I have six of these kits available right now for $30.00 each, this includes shipping to U.S. only, add $15.00 for international shipping:

Sold out! I may produce more later if there is any interest.


----------



## Ken Minetti (Oct 1, 2018)

Are you making anymore? I'd love to buy 1.

Ken


----------



## whereisanykey (Sep 25, 2011)

I bought those but later found out the kit ceiling is actually accurate to the actual set for the season. It looks like the ceilings were changed after the first season. This kit would make it accurate as a first season.


----------



## charonjr (Mar 27, 2000)

Hi, might interested in a set. Are these for the Moebius or PL Jupiter 2 kits? Are they resin? I would like to learn more about them, please.


----------



## Ken Minetti (Oct 1, 2018)

So are you looking to resell the kit?


----------



## charonjr (Mar 27, 2000)

Ken Minetti said:


> So are you looking to resell the kit?


Confused, whom are you asking?


----------



## krlee (Oct 23, 2016)

I will probably make more of the kits but it will be after the first of the year before I can do them. I will leave a notification here when I do them as well as list them on e-bay.


----------



## krlee (Oct 23, 2016)

charonjr said:


> Hi, might interested in a set. Are these for the Moebius or PL Jupiter 2 kits? Are they resin? I would like to learn more about them, please.

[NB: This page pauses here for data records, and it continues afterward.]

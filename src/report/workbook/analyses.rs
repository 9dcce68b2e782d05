//! The `Analyses` sheet: figures that are whole reruns of the case, written as hurdle's values.
//!
//! The comparison of leverage formulas, the sensitivity grid, the Monte Carlo percentiles and
//! the bridge to a claimed build-up each need the pipeline run again under other settings, which
//! no formula on one sheet can do. They are shown here as values, marked as computed by hurdle,
//! so a reviewer sees them beside the live chain without mistaking them for formulas.

use rust_xlsxwriter::Format;

use crate::error::Result;

use super::{xlsx_error, Book, Note, Sheet};

pub(crate) fn sheet(book: &mut Book) -> Result<Sheet> {
    let v = book.v;
    let mut sheet = Sheet::new("Analyses")?;
    book.text(
        &mut sheet,
        (0, 0),
        "Analyses (values computed by hurdle)",
        &book.styles.title.clone(),
    )?;
    book.text(
        &mut sheet,
        (1, 0),
        "Each figure on this sheet is a full rerun of the case under other settings; it is a \
         value, not a formula, and does not follow changes made to the Inputs sheet.",
        &book.styles.text.clone(),
    )?;
    let mut row = 3;
    row = formulas(book, &mut sheet, row)?;
    if let Some(grid) = &v.sensitivity {
        row = sensitivity(book, &mut sheet, row + 1, grid)?;
    }
    if let Some(u) = &v.uncertainty {
        row = monte_carlo(book, &mut sheet, row + 1, u)?;
    }
    if let Some(bridge) = &v.reconciliation {
        bridge_table(book, &mut sheet, row + 1, bridge)?;
    }
    sheet.ws.set_column_width(0, 40).map_err(xlsx_error)?;
    for col in 1..12 {
        sheet.ws.set_column_width(col, 13).map_err(xlsx_error)?;
    }
    Ok(sheet)
}

/// A table title with a note on where its figures come from.
fn title(book: &Book, sheet: &mut Sheet, row: u32, text: &str, why: &str) -> Result<()> {
    // With a currency conversion, every analysis is in the case's currency (found by review:
    // nothing said so beside the converted headline).
    let text = match &book.v.cost.currency_conversion {
        Some(_) => format!("{text} (in {})", book.v.case.currency),
        None => text.to_string(),
    };
    book.text(sheet, (row, 0), &text, &book.styles.subtitle.clone())?;
    let note = Note::new(format!("Computed by hurdle: {why}"))
        .set_author("hurdle")
        .add_author_prefix(false);
    sheet.ws.insert_note(row, 0, &note).map_err(xlsx_error)?;
    Ok(())
}

fn headers(book: &Book, sheet: &mut Sheet, row: u32, texts: &[&str]) -> Result<()> {
    let header = book.styles.header.clone();
    for (col, text) in texts.iter().enumerate() {
        book.text(sheet, (row, col as u16), text, &header)?;
    }
    Ok(())
}

fn value(book: &Book, sheet: &mut Sheet, at: (u32, u16), x: f64, format: &Format) -> Result<()> {
    let format = book.styles.computed(format);
    book.number(sheet, at, x, &format)
}

fn formulas(book: &mut Book, sheet: &mut Sheet, row: u32) -> Result<u32> {
    let v = book.v;
    title(
        book,
        sheet,
        row,
        "Every leverage formula, same inputs",
        "the chain from the peers' betas to the WACC, once per formula.",
    )?;
    headers(
        book,
        sheet,
        row + 1,
        &[
            "Formula",
            "In use",
            "Aggregate βU",
            "Relevered βL",
            "Cost of equity",
            "WACC",
        ],
    )?;
    let (beta, pct, text) = (
        book.styles.beta.clone(),
        book.styles.percent.clone(),
        book.styles.text.clone(),
    );
    let mut r = row + 2;
    for compared in &v.cost.leverage_comparison {
        let outcome = &compared.outcome;
        let label = format!(
            "{} — {}",
            crate::report::format::label(&outcome.formula),
            outcome.formula_source
        );
        book.text(sheet, (r, 0), &label, &text)?;
        book.text(
            sheet,
            (r, 1),
            if outcome.in_use { "yes" } else { "" },
            &text,
        )?;
        value(book, sheet, (r, 2), outcome.unlevered, &beta)?;
        value(book, sheet, (r, 3), outcome.relevered, &beta)?;
        value(book, sheet, (r, 4), outcome.cost_of_equity, &pct)?;
        value(book, sheet, (r, 5), outcome.wacc, &pct)?;
        if let Some(reason) = &compared.refused {
            let note = Note::new(format!(
                "For comparison only: the case would be refused under this formula: {reason}"
            ))
            .set_author("hurdle")
            .add_author_prefix(false);
            sheet.ws.insert_note(r, 0, &note).map_err(xlsx_error)?;
        }
        r += 1;
    }
    Ok(r)
}

fn sensitivity(
    book: &mut Book,
    sheet: &mut Sheet,
    row: u32,
    grid: &crate::audit::grid::Grid,
) -> Result<u32> {
    let metric = match grid.metric {
        crate::case::Metric::Wacc => "WACC",
        crate::case::Metric::CostOfEquity => "cost of equity",
    };
    let text = format!(
        "Sensitivity of the {metric}: {} down, {} across",
        grid.rows.key, grid.columns.key
    );
    title(
        book,
        sheet,
        row,
        &text,
        "each cell reruns the case with the two values set, as `hurdle grid` does.",
    )?;
    let header = book.styles.header.clone();
    let pct = book.styles.percent.clone();
    book.text(
        sheet,
        (row + 1, 0),
        &format!("{} \\ {}", grid.rows.key, grid.columns.key),
        &header,
    )?;
    // Each axis in its key's own format: a rate or premium as a percentage with every digit it
    // has (up to four decimals of a percent), anything else (a D/E, a lookback, an amount) as
    // the number itself.
    let axis_format = |key: &str| {
        let format = header.clone();
        match crate::report::format::key_is_rate(key) {
            true => format.set_num_format("0.00##%"),
            false => format.set_num_format("General"),
        }
    };
    let (row_format, column_format) = (axis_format(&grid.rows.key), axis_format(&grid.columns.key));
    for (c, x) in grid.columns.values.iter().enumerate() {
        book.number(sheet, (row + 1, 1 + c as u16), *x, &column_format)?;
    }
    let mut r = row + 2;
    for (i, (x, cells)) in grid.rows.values.iter().zip(&grid.cells).enumerate() {
        book.number(sheet, (r, 0), *x, &row_format)?;
        for (c, cell) in cells.iter().enumerate() {
            let at = (r, 1 + c as u16);
            match cell {
                Some(cell) => value(book, sheet, at, *cell, &pct)?,
                None => refused_cell(book, sheet, at, grid.refusal(i, c).unwrap_or_default())?,
            }
        }
        r += 1;
    }
    Ok(r)
}

/// A grid cell the case refuses: `n/a`, with the reason in a note.
fn refused_cell(
    book: &Book,
    sheet: &mut Sheet,
    (row, col): (u32, u16),
    reason: &str,
) -> Result<()> {
    book.text(sheet, (row, col), "n/a", &book.styles.text.clone())?;
    let note = Note::new(format!("The case refuses these two values: {reason}"))
        .set_author("hurdle")
        .add_author_prefix(false);
    sheet.ws.insert_note(row, col, &note).map_err(xlsx_error)?;
    Ok(())
}

fn monte_carlo(
    book: &mut Book,
    sheet: &mut Sheet,
    row: u32,
    u: &crate::audit::uncertainty::Uncertainty,
) -> Result<u32> {
    let text = format!(
        "Monte Carlo of the WACC ({} draws, seed {})",
        u.draws, u.seed
    );
    title(
        book,
        sheet,
        row,
        &text,
        &format!(
            "draws of the betas ({}), seeded, through the same chain.",
            u.beta_distribution
        ),
    )?;
    headers(
        book,
        sheet,
        row + 1,
        &[
            "Statistic",
            "WACC, estimation error",
            "WACC, peer set resampled",
        ],
    )?;
    let (pct, label) = (book.styles.percent.clone(), book.styles.label.clone());
    let mut r = row + 2;
    let p = &u.peer_set;
    for (name, x, y) in [
        ("Point estimate", Some(u.point_estimate), u.point_estimate),
        ("Mean", u.mean, p.mean),
        ("5th percentile", Some(u.p05), p.p05),
        ("25th percentile", Some(u.p25), p.p25),
        ("Median", Some(u.p50), p.p50),
        ("75th percentile", Some(u.p75), p.p75),
        ("95th percentile", Some(u.p95), p.p95),
    ] {
        book.text(sheet, (r, 0), name, &label)?;
        match x {
            Some(x) => value(book, sheet, (r, 1), x, &pct)?,
            // The draws' mean when a peer's beta has no finite variance (see the result).
            None => book.text(
                sheet,
                (r, 1),
                "n/a (no finite variance)",
                &book.styles.text.clone(),
            )?,
        }
        value(book, sheet, (r, 2), y, &pct)?;
        r += 1;
    }
    leave_one_out(book, sheet, r + 1, u)
}

/// The WACC without each aggregated peer, and the specification range, as the memo lists them.
fn leave_one_out(
    book: &mut Book,
    sheet: &mut Sheet,
    row: u32,
    u: &crate::audit::uncertainty::Uncertainty,
) -> Result<u32> {
    title(
        book,
        sheet,
        row,
        "Leave one out",
        "the case rerun at the point estimates without each aggregated peer.",
    )?;
    headers(
        book,
        sheet,
        row + 1,
        &["Peer left out", "WACC", "Change (bp)"],
    )?;
    let (pct, label, text) = (
        book.styles.percent.clone(),
        book.styles.label.clone(),
        book.styles.text.clone(),
    );
    let bp = book.styles.statistic.clone();
    let mut r = row + 2;
    for entry in &u.leave_one_out {
        book.text(sheet, (r, 0), &entry.peer, &label)?;
        match (entry.wacc, entry.change_bp) {
            (Some(wacc), Some(change)) => {
                value(book, sheet, (r, 1), wacc, &pct)?;
                value(book, sheet, (r, 2), change, &bp)?;
            }
            _ => {
                let why = entry.reason.as_deref().unwrap_or("no peer left");
                book.text(sheet, (r, 1), &format!("n/a ({why})"), &text)?;
            }
        }
        r += 1;
    }
    if u.specifications.is_empty() {
        return Ok(r);
    }
    let r = r + 1;
    title(
        book,
        sheet,
        r,
        "Specification range",
        "the case rerun at other return frequencies and windows (result.json lists each \
         row's override values).",
    )?;
    headers(book, sheet, r + 1, &["Frequency", "Window", "WACC", ""])?;
    let mut r = r + 2;
    for spec in &u.specifications {
        book.text(
            sheet,
            (r, 0),
            &crate::report::format::label(&spec.frequency),
            &label,
        )?;
        book.text(sheet, (r, 1), &spec.window, &text)?;
        match spec.wacc {
            Some(wacc) => value(book, sheet, (r, 2), wacc, &pct)?,
            None => book.text(sheet, (r, 2), "n/a", &text)?,
        }
        let remark = match (spec.case_choice, &spec.reason) {
            (true, _) => "this case".to_string(),
            (false, Some(reason)) => reason.clone(),
            (false, None) => String::new(),
        };
        if !remark.is_empty() {
            book.text(sheet, (r, 3), &remark, &text)?;
        }
        r += 1;
    }
    Ok(r)
}

fn bridge_table(
    book: &mut Book,
    sheet: &mut Sheet,
    row: u32,
    bridge: &crate::audit::bridge::Bridge,
) -> Result<u32> {
    title(
        book,
        sheet,
        row,
        "Bridge to the claimed build-up",
        "one input group at a time, with each group's Shapley value.",
    )?;
    headers(
        book,
        sheet,
        row + 1,
        &[
            "Input group",
            "WACC before",
            "WACC after",
            "Contribution",
            "Shapley value",
        ],
    )?;
    let (pct, label) = (book.styles.percent.clone(), book.styles.label.clone());
    let mut r = row + 2;
    for step in &bridge.steps {
        book.text(sheet, (r, 0), step.group.title(), &label)?;
        for (c, x) in [
            step.wacc_before,
            step.wacc_after,
            step.contribution,
            step.shapley,
        ]
        .iter()
        .enumerate()
        {
            value(book, sheet, (r, 1 + c as u16), *x, &pct)?;
        }
        r += 1;
    }
    // Where the steps end, and what the claim states beyond its own components.
    let ends = [
        // WACCs under "WACC after"; the part no group explains, a difference, under
        // "Contribution".
        ("This case's WACC", Some(bridge.from.wacc), 2),
        ("The claim's components give", Some(bridge.to.wacc), 2),
        ("Not explained by any input group", bridge.unexplained, 3),
        ("The claim's WACC as stated", bridge.to.stated_wacc, 2),
    ];
    for (name, x, col) in ends {
        let Some(x) = x else { continue };
        book.text(sheet, (r, 0), name, &label)?;
        value(book, sheet, (r, col), x, &pct)?;
        r += 1;
    }
    Ok(r)
}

I make them for the Moebius Jupiter 2, they are styrene for the beams and pvc for the center ring. I hope to make some more around the beginning of the year.


----------



## Ken Minetti (Oct 1, 2018)

Whereisanykey. Sounds like he bought it, but doesn't want to use it. I just want a set I dont care who is selling it.


----------



## Ken Minetti (Oct 1, 2018)

Terrific. Thank you


----------



## charonjr (Mar 27, 2000)

Wonderful, i am looking forward to getting a set. Thanks!


----------



## charonjr (Mar 27, 2000)

Follow up: Glad I saw this thread again. If you can maintain the $30 price point, I can pay you 1/3, when my SSDI comes in.


----------



## rbackof (Nov 3, 2016)

I've been looking to get these for a while. Let me know how I can get a set when you decide to produce more.

Thanks
Bob


----------



## charonjr (Mar 27, 2000)

As usual, life happens. Unless I sell some kits, it's going to be February before I can get the money together.


----------



## cosmonauta (Jun 2, 2009)

Would you please add me to the waiting list. I am also interested in a Jupiter 2 ceiling beam kit


----------



## mach7 (Mar 25, 2002)

I could probably be talked into a set.


----------



## rbackof (Nov 3, 2016)

Any update on this? Will you be making a new run?

Thanks
Bob


----------



## charonjr (Mar 27, 2000)

I forgot to ask: are these beams translucent? I would like to light them.


----------



## Seaview (Feb 18, 2004)

They are solid resin, including the central ring they connect to.


----------



## krlee (Oct 23, 2016)

Seaview said:


> They are solid resin, including the central ring they connect to.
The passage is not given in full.